We now expand each term carefully:

First term: $$\alpha(3-2\alpha)=3\alpha-2\alpha^{2}.$$

Second term: $$1\cdot\!\Bigl(-\bigl(6+\alpha^{2}\bigr)\Bigr)=-6-\alpha^{2}.$$

Third term: $$3\cdot(-4-\alpha)=-12-3\alpha.$$

Adding all three expressions gives

$$ (3\alpha-2\alpha^{2})+(-6-\alpha^{2})+(-12-3\alpha). $$

Collecting like terms for clarity:

• $$\alpha$$ terms: $$3\alpha-3\alpha=0.$$

• $$\alpha^{2}$$ terms: $$-2\alpha^{2}-\alpha^{2}=-3\alpha^{2}.$$

• Constant terms: $$-6-12=-18.$$

Thus the scalar triple product simplifies to

$$-3\alpha^{2}-18.$$

For coplanarity we set this equal to zero:

$$-3\alpha^{2}-18 = 0.$$

Dividing both sides by $$-3$$ (so that the sign and coefficient become simpler), we get

$$\alpha^{2}+6 = 0.$$

We now solve this quadratic equation. Rearranged, it is

$$\alpha^{2} = -6.$$

But $$\alpha^{2}$$, being a square of a real number, is always non-negative, while the right-hand side $$-6$$ is strictly negative.

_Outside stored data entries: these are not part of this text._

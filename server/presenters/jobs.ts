import type { JobWithCounts } from '#server/services/jobs.ts';
import type { LineWithCounts, ListWithFacts } from '#server/services/part-lists.ts';
import { roleMay, type Role } from '#shared/permissions.ts';
import type { Job, PartLine, PartListSummary } from '#shared/schemas/jobs.ts';

export const presentJob = ({ job, counts }: JobWithCounts, role: Role): Job => ({
  id: job.id,
  number: job.number,
  name: job.name,
  customer: job.customer,
  ...counts,
  createdAt: job.createdAt,
  version: job.version,
  can: {
    'job:edit': roleMay(role, 'job:edit'),
    'part-list:edit': roleMay(role, 'part-list:edit'),
    'plan:draft': roleMay(role, 'plan:draft'),
  },
});

export const presentPartList = (
  { list, jobNumber, uploadedBy, lines, pieces, massMg, inPlans }: ListWithFacts,
  role: Role,
): PartListSummary => ({
  id: list.id,
  jobId: list.jobId,
  jobNumber,
  name: list.name,
  revision: list.revision,
  fileName: list.fileName,
  fileSha256: list.fileSha256,
  fileBytes: list.fileBytes,
  unit: list.unit,
  lines,
  pieces,
  skippedRows: list.skippedRows,
  massMg,
  uploadedBy,
  uploadedAt: list.uploadedAt,
  version: list.version,
  can: {
    'part-list:edit': roleMay(role, 'part-list:edit'),
    'part-list:remove': roleMay(role, 'part-list:edit') && inPlans === 0,
    'plan:draft': roleMay(role, 'plan:draft'),
  },
});

export const presentPartLine = ({ line, jobId, jobNumber, planned, cut }: LineWithCounts): PartLine => ({
  id: line.id,
  partListId: line.partListId,
  jobId,
  jobNumber,
  row: line.row,
  mark: line.mark,
  quantity: line.quantity,
  planned,
  cut,
  section: line.section,
  stockKey: line.stockKey,
  family: line.family,
  sectionText: line.sectionText,
  grade: line.grade,
  lengthNm: line.lengthNm,
  widthNm: line.widthNm ?? null,
  pieceMassMg: line.pieceMassMg,
  note: line.note,
  finish: line.finish,
  neededBy: line.neededBy,
  remarks: JSON.parse(line.remarks) as string[],
});
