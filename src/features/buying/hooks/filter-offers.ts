import type { Offer } from '#shared/schemas/yard.ts';

export type OfferFilter = { section: string; supplierId: number | null };

const squeeze = (text: string) => text.toLowerCase().replace(/\s/g, '').replace(/[×*]/g, 'x');

/** Offers whose section or grade contains the text, of one supplier or all; by section, then grade, length and price. */
export function filterOffers(offers: readonly Offer[], filter: OfferFilter): Offer[] {
  const wanted = squeeze(filter.section);
  return offers
    .filter(
      (offer) =>
        (filter.supplierId === null || offer.supplierId === filter.supplierId) &&
        (wanted === '' || squeeze(offer.section + offer.grade).includes(wanted)),
    )
    .sort(
      (a, b) =>
        a.section.localeCompare(b.section, 'en', { numeric: true }) ||
        a.grade.localeCompare(b.grade, 'en', { numeric: true }) ||
        a.lengthNm - b.lengthNm ||
        a.priceMinor - b.priceMinor,
    );
}
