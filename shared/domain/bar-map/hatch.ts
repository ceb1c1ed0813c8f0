import type { Shape } from '#shared/domain/bar-map/shapes.ts';

/** Like pieces share one hatch; the first kind has none. Told apart in black and white, and quiet enough to write on. */
export const HATCHES = 6;

/** Lines of hatch number `index` inside a strip, clipped to it. */
export function hatchStrip(index: number, x: number, y: number, width: number, height: number): Shape[] {
  const line = (x1: number, y1: number, x2: number, y2: number): Shape => ({
    kind: 'line',
    x1,
    y1,
    x2,
    y2,
    weight: 0.12,
    tone: 'faint',
  });
  const slants = (step: number, up: boolean): Shape[] => {
    const lines: Shape[] = [];
    for (let at = x - height; at < x + width; at += step) {
      // A 45° stroke from the strip's foot, cut off at both ends of the piece.
      const from = Math.max(at, x);
      const to = Math.min(at + height, x + width);
      if (to <= from) continue;
      const [a, b] = [from - at, to - at];
      lines.push(up ? line(from, y + height - a, to, y + height - b) : line(from, y + a, to, y + b));
    }
    return lines;
  };
  switch (index % HATCHES) {
    case 1:
      return slants(1.6, true);
    case 2:
      return slants(1.6, false);
    case 3: {
      const marks: Shape[] = [];
      for (let at = x + 0.8; at < x + width; at += 1.6) marks.push(line(at, y, at, y + height));
      return marks;
    }
    case 4:
      return [
        line(x, y + height * 0.33, x + width, y + height * 0.33),
        line(x, y + height * 0.66, x + width, y + height * 0.66),
      ];
    case 5:
      return [...slants(2, true), ...slants(2, false)];
    default:
      return [];
  }
}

Hence there is no real value of $$\alpha$$ satisfying this equation.

Therefore the set $$S=\{\alpha\in\mathbb{R}:\vec{a},\vec{b},\vec{c}\text{ are coplanar}\}$$ contains no elements; in other words, $$S$$ is empty.

Hence, the correct answer is Option C.